Den Schweizer Banken in Asien geht es vergleichsweise gut und zwar aus drei Gründen. Erstens sind die grossen Institute seit Jahrzehnten in der Region vertreten, zweitens besitzen sie erwiesenermassen eine grosse Private-Banking-Expertise, und drittens geniessen sie – von einigen Ausnahmen abgesehen – einen makellosen Ruf.
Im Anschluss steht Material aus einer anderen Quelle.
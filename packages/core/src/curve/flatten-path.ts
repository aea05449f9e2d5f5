import { type SVGCommand, SVGPathData } from "svg-pathdata";
import { MalformedDataError } from "../ground/errors.js";
import type { Pixel } from "./axis-fit.js";

/** Longest path text that is read, and most vertices it may flatten to. */
const longestPath = 2e7;
const mostVertices = 2e6;

const noMove = "Path data must begin with a move command (M or m) and hold at least one.";

/**
 * SVG path data (W3C SVG 2, chapter 9) as polylines, one a subpath, curves flattened so that no chord is further from its
 * curve than the tolerance: cubic and quadratic pieces by the second differences of their control points (Wang's bound),
 * elliptical arcs on their ellipse. Control points, arcs and smooth curves keep their exact end points.
 */
export function flattenPath(pathData: string, tolerance: number): Pixel[][] {
  if (typeof pathData !== "string" || pathData.length > longestPath)
    throw new MalformedDataError(
      `Path data must be a text of at most ${longestPath} characters; got ${typeof pathData === "string" ? `${pathData.length} characters` : typeof pathData}.`,
    );
  const origin = { x: 0, y: 0 };
  const pen: Pen = {
    tolerance,
    subpaths: [],
    at: origin,
    start: origin,
    cubicControl: undefined,
    quadControl: undefined,
    count: 0,
  };
  for (const [index, command] of parsed(pathData).entries()) {
    draw(pen, command);
    const { x, y } = pen.at;
    if (!(Number.isFinite(x) && Number.isFinite(y)))
      throw new MalformedDataError(`Path command ${index + 1} leads to a place that is no number.`, { index });
    if (pen.count > mostVertices)
      throw new MalformedDataError(
        `The path has more than ${mostVertices} vertices at a tolerance of ${tolerance} pixels; ask for a wider tolerance.`,
        { index },
      );
  }
  return pen.subpaths.filter((subpath) => subpath.length > 1);
}

function parsed(pathData: string): readonly SVGCommand[] {
  // The parser joins what no command takes to the next number: -M100 50 would be x = -100.
  if (/^\s*[^\sMm]/.test(pathData)) throw new MalformedDataError(noMove);
  const close = /[Zz]\s*[^\sA-Za-z]/.exec(pathData);
  if (close !== null)
    throw new MalformedDataError(
      `Path data is broken after the close at character ${close.index + 1}: nothing but a command may follow a close.`,
      { index: close.index },
    );
  try {
    const { commands } = new SVGPathData(pathData);
    if (commands.length > 0 && commands[0]?.type === SVGPathData.MOVE_TO) return commands;
  } catch (error) {
    throw new MalformedDataError(
      `Path data could not be read as the SVG path grammar: ${error instanceof Error ? error.message : String(error)}`,
    );
  }
  throw new MalformedDataError(noMove);
}

/** Where the pen is, where it has been, and the last control points for smooth curves. Lives for one path. */
interface Pen {
  readonly tolerance: number;
  readonly subpaths: Pixel[][];
  at: Pixel;
  start: Pixel;
  cubicControl: Pixel | undefined;
  quadControl: Pixel | undefined;
  count: number;
}

function moveTo(pen: Pen, to: Pixel): void {
  pen.at = to;
  pen.start = to;
  pen.subpaths.push([to]);
  pen.count += 1;
}

function lineTo(pen: Pen, to: Pixel): void {
  const open = pen.subpaths.at(-1);
  if (open === undefined || open.length === 0) pen.subpaths.push([pen.at, to]);
  else open.push(to);
  pen.at = to;
  pen.count += 1;
}

function draw(pen: Pen, command: SVGCommand): void {
  const from = pen.at;
  const [cubicBefore, quadBefore] = [pen.cubicControl, pen.quadControl];
  pen.cubicControl = undefined;
  pen.quadControl = undefined;
  const shift = "relative" in command && command.relative ? from : { x: 0, y: 0 };
  const placed = (x: number, y: number): Pixel => ({ x: x + shift.x, y: y + shift.y });
  switch (command.type) {
    case SVGPathData.MOVE_TO:
      moveTo(pen, placed(command.x, command.y));
      break;
    case SVGPathData.LINE_TO:
      lineTo(pen, placed(command.x, command.y));
      break;
    case SVGPathData.HORIZ_LINE_TO:
      lineTo(pen, { x: command.x + shift.x, y: from.y });
      break;
    case SVGPathData.VERT_LINE_TO:
      lineTo(pen, { x: from.x, y: command.y + shift.y });
      break;
    case SVGPathData.CLOSE_PATH:
      lineTo(pen, pen.start);
      pen.subpaths.push([]);
      break;
    case SVGPathData.CURVE_TO:
      cubicTo(pen, [placed(command.x1, command.y1), placed(command.x2, command.y2), placed(command.x, command.y)]);
      break;
    case SVGPathData.SMOOTH_CURVE_TO:
      cubicTo(pen, [mirrored(from, cubicBefore), placed(command.x2, command.y2), placed(command.x, command.y)]);
      break;
    case SVGPathData.QUAD_TO:
      quadTo(pen, placed(command.x1, command.y1), placed(command.x, command.y));
      break;
    case SVGPathData.SMOOTH_QUAD_TO:
      quadTo(pen, mirrored(from, quadBefore), placed(command.x, command.y));
      break;
    case SVGPathData.ARC:
      arcTo(pen, command, placed(command.x, command.y));
      break;
    default:
      throw new MalformedDataError("Path data holds a command that is not one of the SVG path grammar.");
  }
}

function mirrored(at: Pixel, control: Pixel | undefined): Pixel {
  return control === undefined ? at : { x: 2 * at.x - control.x, y: 2 * at.y - control.y };
}

function cubicTo(pen: Pen, [one, two, to]: readonly [Pixel, Pixel, Pixel]): void {
  const from = pen.at;
  const bend = Math.max(secondDifference(from, one, two), secondDifference(one, two, to));
  along(pen, Math.sqrt((0.75 * bend) / pen.tolerance), to, (t) => {
    const s = 1 - t;
    const [a, b, c, d] = [s * s * s, 3 * s * s * t, 3 * s * t * t, t * t * t];
    return { x: a * from.x + b * one.x + c * two.x + d * to.x, y: a * from.y + b * one.y + c * two.y + d * to.y };
  });
  pen.cubicControl = two;
}

function quadTo(pen: Pen, control: Pixel, to: Pixel): void {
  const from = pen.at;
  along(pen, Math.sqrt((0.25 * secondDifference(from, control, to)) / pen.tolerance), to, (t) => {
    const s = 1 - t;
    const [a, b, c] = [s * s, 2 * s * t, t * t];
    return { x: a * from.x + b * control.x + c * to.x, y: a * from.y + b * control.y + c * to.y };
  });
  pen.quadControl = control;
}

function secondDifference(a: Pixel, b: Pixel, c: Pixel): number {
  return Math.hypot(a.x - 2 * b.x + c.x, a.y - 2 * b.y + c.y);
}

/** Steps along a curve from t = 0, exclusive, to its exact end. */
function along(pen: Pen, wanted: number, to: Pixel, placeAt: (t: number) => Pixel): void {
  const steps = Math.max(1, Math.ceil(wanted));
  if (!(steps <= mostVertices))
    throw new MalformedDataError("A curve of the path is too large to flatten at this tolerance.");
  for (let step = 1; step < steps; step += 1) lineTo(pen, placeAt(step / steps));
  lineTo(pen, to);
}

/** End point to centre parameters by SVG 2, appendix B.2.4; radii that are too small are scaled up (B.2.5). */
function arcTo(
  pen: Pen,
  arc: {
    readonly rX: number;
    readonly rY: number;
    readonly xRot: number;
    readonly lArcFlag: 0 | 1;
    readonly sweepFlag: 0 | 1;
  },
  to: Pixel,
): void {
  const from = pen.at;
  let [rx, ry] = [Math.abs(arc.rX), Math.abs(arc.rY)];
  if (from.x === to.x && from.y === to.y) return;
  if (rx === 0 || ry === 0) {
    lineTo(pen, to);
    return;
  }
  const turn = (arc.xRot * Math.PI) / 180;
  const [cos, sin] = [Math.cos(turn), Math.sin(turn)];
  const [halfX, halfY] = [(from.x - to.x) / 2, (from.y - to.y) / 2];
  const [px, py] = [cos * halfX + sin * halfY, cos * halfY - sin * halfX];
  const lambda = (px / rx) ** 2 + (py / ry) ** 2;
  if (lambda > 1) [rx, ry] = [rx * Math.sqrt(lambda), ry * Math.sqrt(lambda)];
  const across = (rx * py) ** 2 + (ry * px) ** 2;
  const rest = Math.max(0, ((rx * ry) ** 2 - across) / across);
  const sign = arc.lArcFlag === arc.sweepFlag ? -1 : 1;
  const [cpx, cpy] = [(sign * Math.sqrt(rest) * rx * py) / ry, (-sign * Math.sqrt(rest) * ry * px) / rx];
  const centre = { x: cos * cpx - sin * cpy + (from.x + to.x) / 2, y: sin * cpx + cos * cpy + (from.y + to.y) / 2 };
  const first = Math.atan2((py - cpy) / ry, (px - cpx) / rx);
  let sweep = Math.atan2((-py - cpy) / ry, (-px - cpx) / rx) - first;
  if (arc.sweepFlag === 1 && sweep < 0) sweep += 2 * Math.PI;
  if (arc.sweepFlag === 0 && sweep > 0) sweep -= 2 * Math.PI;
  const step = 2 * Math.acos(Math.max(1 - pen.tolerance / Math.max(rx, ry), 0));
  along(pen, Math.abs(sweep) / step, to, (t) => {
    const angle = first + t * sweep;
    const [ex, ey] = [rx * Math.cos(angle), ry * Math.sin(angle)];
    return { x: centre.x + cos * ex - sin * ey, y: centre.y + sin * ex + cos * ey };
  });
}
Im Windschatten von UBS, Credit Suisse und Julius Bär konnten so auch andere Schweizer Banken ihr Geschäft in Asien etablieren.

Zu kleine Fische

Dem ganzen Konsolidierungskarussell blieben die Schweizer Banken bislang eher fern, obschon allesamt die Dossiers der zum Verkauf stehenden Institute erhielten, wie ein Banker in Singapur gegenüber finews.ch berichtet. Einzig die Genfer Union Bancaire Privée (UBP) nutzte die Gunst der Stunde und übernahm 2015 die zum Verkauf stehende britische Coutts, die ein grosses Asien-Geschäft besass.
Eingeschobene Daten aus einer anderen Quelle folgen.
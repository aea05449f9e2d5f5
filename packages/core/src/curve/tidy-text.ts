/** A text on one line: runs of white space and control characters become one blank, those at the ends go. */
export function tidyText(text: string): string {
  return text.replace(/[\s\p{Cc}\u200b\ufeff]+/gu, " ").trim();
}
Als potenzielle Käufer fallen in der Branche regelmässig die Namen Credit Suisse (CS) und Julius Bär. Für erstere dürfte ABN Amro allerdings ein zu kleiner Fisch sein, zumal die CS über die Anstellung von Kundenberatern in den vergangenen zwölf Monaten auf eine andere Art und Weise stark gewachsen ist, und ohne dabei absorbierende Integrationskosten tragen zu müssen, die eine Übernahme mit sich bringt.

Rasche Integration möglich, aber...

Im Gegensatz dazu liebäugelt Julius-Bär-Chef Boris Collardi immer wieder mit Übernahmen. Mit Ian Pollock, der derzeit als Regionalchef im Private Banking von ABN Amro in Nordasien (Hongkong) amtet, sitzt bei den Holländern jemand an einer Schaltstelle, der auch Julius Bär kennt, arbeitete er doch in vergleichbarer Funktion von 2009 bis 2011 bei den «Bären». Ihm traut die Branche durchaus zu, ABN Amro rasch in die Zürcher Privatbank integrieren zu können.
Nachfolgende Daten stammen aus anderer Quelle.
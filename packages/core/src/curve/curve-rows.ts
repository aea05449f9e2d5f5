import { quoted } from "../ground/quoted.js";
import { cellReader, type DensityQuantity } from "./cell-reader.js";
import { isAside, splitCells } from "./curve-cells.js";
import type { Column } from "./curve-columns.js";
import type { CurveLines } from "./curve-lines.js";
import type { CurveTable } from "./curve-table.js";
import { refusal } from "./refusal.js";

/** The rows of a table by columns, in SI units, in the order typed. */
export interface CurveRows {
  readonly frequency: Float64Array;
  readonly density: Float64Array;
  /** NaN where none was stated. */
  readonly uncertainty: Float64Array;
  /** 1 where the row is an aside. */
  readonly aside: Uint8Array;
  /** One array a column of common errors. */
  readonly effects: readonly Float64Array[];
  readonly quantity: DensityQuantity;
}

/** Reads all rows; allocates nothing a row as long as the cells are plain numbers. */
export function curveRows(
  text: string,
  lines: CurveLines,
  { separator, mark, columns, firstRow }: CurveTable,
): CurveRows {
  const count = lines.from.length - firstRow;
  const reader = cellReader(text, mark);
  const rows = {
    frequency: new Float64Array(count),
    density: new Float64Array(count),
    uncertainty: new Float64Array(count).fill(Number.NaN),
    aside: new Uint8Array(count),
    effects: columns.filter(({ role }) => role === "common").map(() => new Float64Array(count)),
  };
  // densities before uncertainties: their kind decides what 5 % means
  const order = (["frequency", "density", "uncertainty", "common"] as const).flatMap((role) =>
    columns.flatMap((column, place) => (column.role === role ? [{ place, role, unit: column.unit }] : [])),
  );
  const firstCommon = order.length - rows.effects.length;
  const values = order.map(({ role }, index) =>
    role === "common" ? (rows.effects[index - firstCommon] as Float64Array) : rows[role],
  );
  const bounds: number[] = [];
  for (let row = 0; row < count; row += 1) {
    const start = lines.from[firstRow + row] as number;
    const end = lines.to[firstRow + row] as number;
    const line = lines.line[firstRow + row] as number;
    const filled = filledCells(bounds, splitCells(text, start, end, separator, bounds), columns.length);
    const aside = isAside(text, bounds[2 * filled - 2] as number, bounds[2 * filled - 1] as number);
    if (aside) rows.aside[row] = 1;
    const cells = aside ? filled - 1 : filled;
    if (cells !== columns.length) throw wrongCount(text.slice(start, end), cells, columns, line);
    for (let index = 0; index < order.length; index += 1) {
      const { place, role, unit } = order[index] as (typeof order)[number];
      const value = reader[role](bounds[2 * place] as number, bounds[2 * place + 1] as number, unit, line);
      (values[index] as Float64Array)[row] = value;
    }
  }
  return { ...rows, quantity: reader.quantity() as DensityQuantity };
}

/** Cells without the empty ones that a separator at the end of a row makes. */
function filledCells(bounds: readonly number[], count: number, wanted: number): number {
  let filled = count;
  while (filled > wanted && bounds[2 * filled - 2] === bounds[2 * filled - 1]) filled -= 1;
  return filled;
}

function wrongCount(row: string, cells: number, columns: readonly Column[], line: number): Error {
  const wanted = columns.map(({ role, name }) => (role === "common" ? `common ${name}` : role)).join(", ");
  const dash =
    columns.length > 2 && cells < columns.length ? "; a dash stands for an uncertainty that is not stated" : "";
  return refusal(line, `expected ${columns.length} cells (${wanted}), got ${cells} in ${quoted(row)}${dash}`);
}
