/** Least and largest frequency and density of a point: their squares must be doubles in full precision. */
export const curveRange: readonly [least: number, largest: number] = Object.freeze([1e-150, 1e150]);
Doch letztlich bringen solche, relativ kleinen Deals den Schweizer Banken in Asien herzlich wenig. Sie sind bereits zu gut eingeführt und bisweilen auch höchst erfolgreich, wie es das Beispiel der LGT zeigt. Aktuell verwaltet das liechtensteinische Institut knapp 25 Milliarden Franken an Kundengeldern und ist profitabel. Eine Akquisition wäre sicherlich teuer und mit einem hohen Integrationsrisiko verbunden.

Wer nicht organisch wachsen kann

Daraus lässt sich folgern: Private-Banking-Akquisitionen in Asien sind vor allem etwas für Banken, die nicht organisch wachsen können. Diese Institute sind bereit, sehr viel zu bezahlen und treiben so die Preise nach oben.

Vor allem die lokalen Häuser, die seit einigen Jahren das Private Banking zu einer ihrer Kernkompetenzen erkoren haben, mischen in diesem Bieterwettbewerb eifrig mit, wie es das Beispiel der grössten Singapurer Bank DBS gezeigt hat, die das Asien-Geschäft der Société Générale übernahm – möglicherweise überteuert, wie in der Branche zu hören ist. In die selbe Richtung geht auch die Übernahme von Barclays Asia durch die OCBC-Tochter Bank of Singapore.

Im Zuge der weiteren Konsolidierung in Asien dürften die Schweizer Banken wohl eher an der Seitenlinie verharren; selbst die sonst recht übernahmefreudige UBP wird sich in Zurückhaltung üben, muss sie doch vorerst die Integration von Coutts verdauen, wie UBP-Chef Guy de Picciotto auch gegenüber finews.ch verschiedentlich erklärte.

Greift Schroders zu?

Als ernsthafter Kandidat für eine Übernahme in Asien gilt Cazenove Capital Management. Dabei handelt es sich um den Vermögensverwaltungsarm des britischen Schroders-Konzerns. Das Unternehmen erwarb kürzlich das Private-Banking-Geschäft von Grossbritanniens ältester Bank C. Hoare & Co in London und möchte weiter zulegen.

In Asien hat im vergangenen Sommer der frühere Credit-Suisse-Banker Simon Lints die Leitung von Cazenove übernommen; offenbar soll er die volle Unterstützung von Cazenove-CEO Andrew Ross für den weiteren Ausbau des Geschäfts geniessen.